There was an outage of Microsoft Azure last month that resulted in thousands of websites (including MSN.com) going offline without any notice. At the time, the error was blamed on undetected storage blobs.
The Real Story
Today, the public was notified by Microsoft that the Azure outage was actually caused by human error. The on and off connection issues in a variety of regions throughout the world were in reality due to an exposed bug following a breach in employee protocol. The company’s VP for Azure, Jason Zander, admitted:
“There was a gap in the deployment tooling that relied on human decisions and protocol”

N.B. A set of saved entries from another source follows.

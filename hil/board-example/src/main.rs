//! Example firmware for an invented receiver board with an STM32F411 (Cortex-M4F, 84 MHz here):
//! the TDC FIFO bridge's records arrive by SPI and DMA into a two-half ring, the main loop
//! decodes each finished half in place with the core's ingest stage and pushes the events
//! through the whole receiver, the classical channel runs over USART1 and the CRC-framed
//! records (key blocks, alarms, statistics) leave over USART2.
//!
//! Built by `hil/check.sh` to show that it links and how big it is; it has not been flashed
//! onto hardware (see the README for what to check first).

#![no_std]
#![no_main]

mod dma;
mod log;
mod regs;
mod spi;
mod uart;

#[cfg(feature = "defmt")]
use defmt_rtt as _;

use core::mem::MaybeUninit;
use cortex_m::interrupt::InterruptNumber;
use cortex_m::peripheral::NVIC;
use cortex_m_rt::{entry, exception};
use embedded_hal::spi::{Operation, SpiDevice};
use embedded_io::{Read, Write};
use regs::Usart;
use slotwise::ingest::spi::SpiFifoSource;
use slotwise::track::LockState;
use slotwise::TdcEvent;
use slotwise_board_example::fifo::{self, RECORD_BYTES};
use slotwise_board_example::profile::PROFILE;
use slotwise_hil::Station;
use spi::{CommandPort, DataReady};
use uart::{ByteRing, UartRx, UartTx};

/// Events one decoded half can hold: every record of the half plus one carried across halves.
const EVENTS: usize = dma::HALF_BYTES / RECORD_BYTES + 1;
/// Bytes read per poll on the fallback path.
const POLL_BYTES: usize = 512;
/// Halves between two counter reports in the log.
const REPORT_EVERY_HALVES: u32 = 256;

/// The classical channel's received bytes, filled by the USART1 interrupt.
static LINK_RX: ByteRing = ByteRing::new();

/// Bytes moved per call between the station's rings and a UART.
const MOVE_BYTES: usize = 256;

/// Build a value into a static of its own (`cortex_m::singleton!`) inside a function that is
/// never inlined, so the value's temporary lives in that function's frame only: the receiver
/// alone is tens of kilobytes, and inlined into `main` every part's temporary would stay on
/// the stack for the life of the firmware.
macro_rules! place {
    ($name:ident: $ty:ty = $init:expr) => {{
        #[inline(never)]
        fn place(init: impl FnOnce() -> $ty) -> &'static mut $ty {
            match cortex_m::singleton!($name: $ty = init()) {
                Some(r) => r,
                // Only reachable if main ran twice, which the reset handler never does.
                None => halt(),
            }
        }
        place(|| $init)
    }};
}

/// The interrupts this firmware unmasks.
#[derive(Clone, Copy)]
#[repr(u16)]
enum Irq {
    /// DMA1 stream 3: a half of the stream port's ring is finished.
    Dma1Stream3 = 14,
    /// USART1: a byte from the transmitter arrived.
    Usart1 = 37,
}

// SAFETY: 14 and 37 are the STM32F411's interrupt numbers of DMA1 stream 3 and USART1 (vector
// table of the reference manual), both below the part's 86 interrupt lines.
unsafe impl InterruptNumber for Irq {
    fn number(self) -> u16 {
        self as u16
    }
}

/// How the FIFO's words reach the decoder.
#[derive(Clone, Copy, PartialEq, Eq)]
enum Path {
    /// The stream port's DMA ring.
    Dma,
    /// Read commands on the command port, after the DMA stream failed.
    Polled,
}

#[entry]
fn main() -> ! {
    regs::init_clocks();
    regs::enable_peripherals();
    regs::init_pins();
    uart::init(Usart::USART1, regs::APB2_HZ, true);
    uart::init(Usart::USART2, regs::APB1_HZ, false);

    // The whole receiver in one static, built where it lives, part by part, from the profile
    // blob in flash (setup, board settings, the bridge's word layout).
    let slot = place!(STATION: MaybeUninit<Station> = MaybeUninit::uninit());
    let st = match Station::init(slot, PROFILE) {
        Ok(st) => st,
        Err(e) => {
            log::error!("profile refused: {}", e);
            halt()
        }
    };
    let counter_bits = st.receiver().config().tdc().counter_bits();
    let events =
        place!(EVENT_BLOCK: [TdcEvent; EVENTS] = [TdcEvent { count: 0, channel: 0 }; EVENTS]);
    log::info!(
        "RAM bytes: station {}, events {}, DMA ring {}",
        core::mem::size_of::<Station>(),
        core::mem::size_of::<[TdcEvent; EVENTS]>(),
        dma::RING_BYTES
    );
    let mut link_rx = UartRx::new(&LINK_RX);
    let mut link_tx = UartTx::new(Usart::USART1);
    let mut host_tx = UartTx::new(Usart::USART2);

    let mut source = SpiFifoSource::new(CommandPort::new(), DataReady);
    // One status read before the DMA is armed: whatever the FIFO dropped or overflowed while the
    // board was booting is counted now, not blamed on the first half.
    if let Some(ingest) = st.ingest_mut() {
        if source.poll(ingest, &mut [], &mut []).is_err() {
            log::warning!("bridge status read failed before arming the DMA");
        }
    }
    dma::arm();
    spi::enable_stream_port();
    // SAFETY: unmasking only these two interrupts; their handlers share nothing with the main
    // loop but atomics, so no critical section of the main loop can be broken by them.
    unsafe {
        NVIC::unmask(Irq::Dma1Stream3);
        NVIC::unmask(Irq::Usart1);
    }
    let mut source = command(source, spi::STREAM_ON_COMMAND);
    log::info!("receiver up: {}-bit TDC counter", counter_bits);

    let mut path = Path::Dma;
    let mut halves = dma::Halves::new();
    let mut decoded_halves: u32 = 0;
    let mut last_state = LockState::Acquiring;
    let mut last_alarms = 0u8;
    let mut poll_buf = [0u8; POLL_BYTES];
    let mut moved = [0u8; MOVE_BYTES];
    let half_words = (dma::HALF_BYTES / RECORD_BYTES) as u64;
    loop {
        let mut worked = false;
        if path == Path::Dma {
            if let Some(ready) = halves.next() {
                if ready.lost_halves > 0 {
                    st.report_overrun(u64::from(ready.lost_halves) * half_words);
                }
                // Decoded where it lies, each counter cut to the receiver's width.
                if st.push_words(ready.bytes).is_err() {
                    log::error!("the profile has no word layout");
                }
                if halves.done() {
                    st.report_overrun(half_words);
                }
                // The bridge's own FIFO-full flag and dropped words, for this half's time.
                if let Some(ingest) = st.ingest_mut() {
                    let _ = source.poll(ingest, &mut [], &mut []);
                }
                decoded_halves = decoded_halves.wrapping_add(1);
                worked = true;
            } else if dma::transfer_errors() > 0 {
                log::error!("DMA transfer error: switching to polled reads");
                source = command(source, spi::STREAM_OFF_COMMAND);
                path = Path::Polled;
            }
        } else if let Some(ingest) = st.ingest_mut() {
            if let Ok(got) = source.poll(ingest, &mut poll_buf, events.as_mut_slice()) {
                push(st, events, got.events, counter_bits);
                decoded_halves = decoded_halves.wrapping_add(u32::from(got.bytes > 0));
                worked = got.bytes > 0;
            }
        }
        worked |= move_bytes(st, &mut link_rx, &mut link_tx, &mut host_tx, &mut moved);
        if !worked {
            // Answers may arrive while no detections do; they must not wait for the next half.
            let _ = st.push_events(&[]);
        }

        let state = st.receiver().clock().state();
        if state != last_state {
            log::info!("clock: {}", state);
            last_state = state;
        }
        let alarms = st.monitor().alarms().active();
        if alarms != last_alarms {
            log::warning!("active alarms now {=u8:#04x}", alarms);
            last_alarms = alarms;
        }
        if worked && decoded_halves.is_multiple_of(REPORT_EVERY_HALVES) {
            report(st);
        }
        if !worked && path == Path::Dma {
            // Sleep until the next half or link byte: every source of work is an interrupt.
            cortex_m::asm::wfi();
        }
    }
}

/// Move bytes between the station's rings and the UARTs: received link bytes in, announce frames
/// out on USART1, records out on USART2. True when anything moved.
fn move_bytes(
    st: &mut Station,
    link_rx: &mut UartRx,
    link_tx: &mut UartTx,
    host_tx: &mut UartTx,
    buf: &mut [u8; MOVE_BYTES],
) -> bool {
    let mut moved = false;
    // Received bytes the station's ring refuses stay counted there (`link_in_refused_bytes`).
    let Ok(n) = link_rx.read(buf);
    st.push_link(buf.get(..n).unwrap_or(&[]));
    moved |= n > 0;
    let n = st.drain_link(buf);
    if link_tx.write_all(buf.get(..n).unwrap_or(&[])).is_err() {
        log::warning!("classical channel write failed");
    }
    moved |= n > 0;
    let n = st.drain_frames(buf);
    if host_tx.write_all(buf.get(..n).unwrap_or(&[])).is_err() {
        log::warning!("host link write failed");
    }
    moved | (n > 0)
}

/// Send one command byte on the bridge's command port.
fn command(
    source: SpiFifoSource<CommandPort, DataReady>,
    byte: u8,
) -> SpiFifoSource<CommandPort, DataReady> {
    let (mut port, pin) = source.release();
    if port.transaction(&mut [Operation::Write(&[byte])]).is_err() {
        log::warning!("bridge command {=u8:#x} failed", byte);
    }
    SpiFifoSource::new(port, pin)
}

/// Cut the first `n` events (decoded by the polled source) to the receiver's counter width and
/// push them.
fn push(st: &mut Station, events: &mut [TdcEvent], n: usize, counter_bits: u8) {
    let block = events.get_mut(..n).unwrap_or(&mut []);
    for ev in block.iter_mut() {
        *ev = fifo::to_receiver(*ev, counter_bits);
    }
    let _ = st.push_events(block);
}

/// The ingest, receiver, link and line counters, in the log.
fn report(st: &Station) {
    let c = st.counts();
    let l = st.link().counters();
    log::info!("ingest: {}", c.ingest);
    log::info!(
        "receiver: {} detections, {} sifted bits, {} alarms, {} stats records",
        c.totals.detections,
        st.receiver().sifted_bits(),
        c.totals.alarm_frames,
        c.totals.stats_frames
    );
    log::info!(
        "link: {} announce frames, {} answers frames, {} rejected; uart losses {}; DMA errors {}",
        l.frames_out,
        l.answered_frames,
        l.rejected.total(),
        LINK_RX.losses(),
        dma::transfer_errors()
    );
    log::info!(
        "host stream: {} records, {} dropped",
        c.frames_out,
        c.frames_dropped
    );
}

/// Stop with interrupts off: the DMA and the links stop being serviced, and a debug probe can
/// inspect the state. A board with a watchdog resets from here.
fn halt() -> ! {
    cortex_m::interrupt::disable();
    loop {
        cortex_m::asm::nop();
    }
}

/// Every device interrupt lands here (cortex-m-rt's table without a device crate); `irqn` is
/// the interrupt number, so two arms route the two interrupts this firmware unmasks.
#[exception]
unsafe fn DefaultHandler(irqn: i16) {
    const DMA1_STREAM3: i16 = Irq::Dma1Stream3 as i16;
    const USART1: i16 = Irq::Usart1 as i16;
    match irqn {
        DMA1_STREAM3 => dma::on_interrupt(),
        USART1 => uart::on_rx_interrupt(Usart::USART1, &LINK_RX),
        _ => {}
    }
}

/// No message, no formatting machinery in flash: stop as [`halt`] does.
#[panic_handler]
fn panic(_info: &core::panic::PanicInfo<'_>) -> ! {
    halt()
}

After a complete analysis of the outage, Microsoft stated that “faulty-flighting” led to the problem. The computer engineer administering the upgrade, changed the program’s configuration and exposed a bug. This bug caused the Azure Blob storage Front-Ends to go into an infinite loop making it impossible for service requests to get resolved. Zander went on to explain:
“There are two types of Azure Storage deployments: software deployments (i.e. publishing code) and configuration deployments (i.e. change settings). Both software and configuration deployments require multiple stages of validation and are incrementally deployed to the Azure infrastructure in small batches. This progressive deployment approach is called ‘flighting.’”
“When flights are in progress, we closely monitor health checks. As continued usage and testing demonstrates successful results, we will deploy the change to additional slices across the Azure Storage infrastructure.”
From Now On
Microsoft is already taking precautions to ensure an outage like this never happens again. They have updated the deployment system for Azure, and now have stricter enforcement for the policies that pertain to updates, coding and configuration. Did you experience this outage, if so, for how long and what type of error message did you receive?